I am a chameleon.
Ever since I can remember, I had the ability to blend in with any group. The bigger the crowd, the better my assimilation. It's not a conscious act on my part. It is as natural as breathing and as difficult to control. I can hold it at bay for brief moments but eventually my natural tendency kicks in and I become part of the landscape.
Gestures, accents, gender, ethnicity, even skin colour - none of those matter. I mimic them as easy as you breathe.
Whether it's a gang of ginger-haired terrors one minute or tea-drinking grannies sharing knitting patterns the next, I have one of those faces. It's familiar to everyone. Often because it's most like the one that looks back at you from a mirror every morning.
I am whoever is around me. Sitting at home, alone, I am barely myself. Music, books, decor are all from the people I have been over the years. I look in the mirror and see no one. Just a blank face waiting for colour and expression. I do not know my right from your wrong. I am no one and everyone.
I do my best to be around good people.

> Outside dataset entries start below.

import { createHash } from 'node:crypto';
import { CORE_VERSION } from '$lib/core';
import type { Layout, Place, Plot, WinterRule } from '$lib/core/document';
import type { EnergySettings, RunInput } from '$lib/core/results';
import { standardOffsetMinutes } from '$lib/i18n';
import type { RunEnergy } from '$lib/schema/energy';
import type { RunKind } from '$lib/schema/run';
import { defaultWinterRule } from '$lib/schema/winter-rule';
import { canonicalJson } from './canonical-json';

export interface RunSources {
	place: Place;
	winterRule: WinterRule;
	plot: Plot;
	layout: Layout;
}

export interface RunTerms {
	year: number;
	stepMinutes: number;
	treeYears: number;
}

/** What the core is given for a run of these documents. */
export function runInput(sources: RunSources, terms: RunTerms, energy?: EnergySettings): RunInput {
	return {
		place: sources.place,
		plot: sources.plot,
		layout: sources.layout,
		winterRule: sources.winterRule,
		year: terms.year,
		stepMinutes: terms.stepMinutes,
		treeYears: terms.treeYears,
		utcOffsetMinutes: standardOffsetMinutes(terms.year, sources.place.timeZone),
		...(energy && { energy })
	};
}

/**
 * SHA-256 of what a run's result depends on, with the core's version. The chosen mounts are left out (choosing one does
 * not make a run out of date), and the winter rule where the result says nothing of it. Energy settings count by their digest, so that the
 * hash of a run as it stands can be had without the hours of a weather file.
 */
export function runInputHash(
	kind: RunKind,
	input: RunInput,
	energyDigest = input.energy && digestOf(input.energy)
): string {
	const counted = {
		...input,
		energy: energyDigest,
		layout: { ...input.layout, mounts: null },
		winterRule: kind === 'shade' ? input.winterRule : defaultWinterRule
	};
	return createHash('sha256')
		.update(canonicalJson({ kind, core: CORE_VERSION, input: counted }))
		.digest('hex');
}

function digestOf(energy: EnergySettings): string {
	return createHash('sha256').update(canonicalJson(energy)).digest('hex');
}

/** What is told of a run's energy settings: all but the hours of a weather file. */
export function toldEnergy(energy: EnergySettings): RunEnergy {
	const { sky, skyModel, albedo } = energy;
	return {
		source: sky.source,
		skyModel,
		albedo,
		name: sky.source === 'weather' ? sky.name : null,
		linkeTurbidity: sky.source === 'clear' ? (sky.linkeTurbidity ?? null) : null,
		monthlyHorizontalKwhM2: sky.source === 'average' ? sky.monthlyHorizontalKwhM2 : null,
		digest: digestOf(energy)
	};
}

Caring people full of kindness, empathy and compassion. I have been on both sides of most debates. Been bullied, beaten and spat upon because of my gender, colour of skin or clothing. Being a chameleon means I know fear, hatred and violence. I try to choose the side of love but that often results in more beatings.
I have hidden in my room, away from all the different skins, but that was as lonely as blending in the crowd. Self-loathing is more destructive than external hate.
Tonight, I will shake off the oppressive mantle of self-doubt and join the biggest party of revelers I can find. People who know how to have fun in the face of opposition, pride in who they are, and dance regardless of who is watching. Tonight I will be a gay Latino and love life.